Question

Log/Expo. Question... 8^x=1/2^(-3/x) Please help! :)

Answer 1

\[8^{x}=\frac{ 1 }{ 2^{^{-\frac{3 }{ x }}} }\]

Answer 2

Right side is the same as \(\large 2^{3/x}\).

Answer 3

is it like this one?
8^x=(1/2)^(-3/x)

Answer 4

And the left side is the same as \(\large 2^{3x}\) because 8=2^3.

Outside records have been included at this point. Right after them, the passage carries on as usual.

package org.shutline.cli;

import java.nio.file.Path;
import org.shutline.app.AnalysisSettings;
import org.shutline.app.Workspace;
import org.shutline.io.InputException;
import org.shutline.model.Progress;
import picocli.CommandLine.Option;
import picocli.CommandLine.Parameters;

/** The network a command reads (first parameter) and its {@code --mapping} file; opened through {@link Workspace}. */
final class NetworkOptions {
    @Parameters(index = "0", paramLabel = "NETWORK", description = "a .gpkg file or a folder of shapefiles")
    Path network;

    @Option(names = "--mapping", paramLabel = "FILE", description = "field-mapping file (YAML)")
    Path mapping;

    /** Opens the network for a command other than {@code check} ({@link NetworkInput#load}: data errors reported, no usable main refused). */
    Workspace open(AnalysisSettings settings) throws InputException {
        return NetworkInput.load(network, mapping, settings, Progress.NONE);
    }
}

Can you handle it from there, @suwhitney ?

Answer 5

Sorry, my computer is being slow.. im looking over everything

Answer 6

So I understand that that is what the right side is but then do I make it \[8=(2^{3})^{^{\frac{ 3 }{ x }}}\]??

Answer 7

use the left hand side as is as 8^x

Answer 8

I dont change it to 2^3?

Answer 9

8^x =8^1/x then whats next

Answer 10

x=1/x ?

Answer 11

well wouldnt it be x=3/x ?

Answer 12

x=1/x is correct.

Answer 13

Hint: This is a quadratic equation so will have two solutions.

Answer 14

1 and -1?

Answer 15

Those are the only two that work. It might be worthwhile to check both of those in the original equation to verify.

Answer 16

yeheeyyy ... :D you got it

Answer 17

Ok, thanks so much both of yall :)

Answer 18

Recap:

\[\large 8^x=\frac{1}{2^{-3/x}}\]
\[\large \rightarrow 2^{3x}=2^{3/x}\]
\[\large \rightarrow {3x}={3/x}\]
\[\large \rightarrow {x}={1/x}\]
\[\large \rightarrow x^2=1, \space x= \pm1\]

Answer 19

Thank you so much!! :)

Answer 20

You're welcome. Don't let these nasty-looking equations intimidate you. Break them down one step at a time!

Answer 21

I'll try not to :)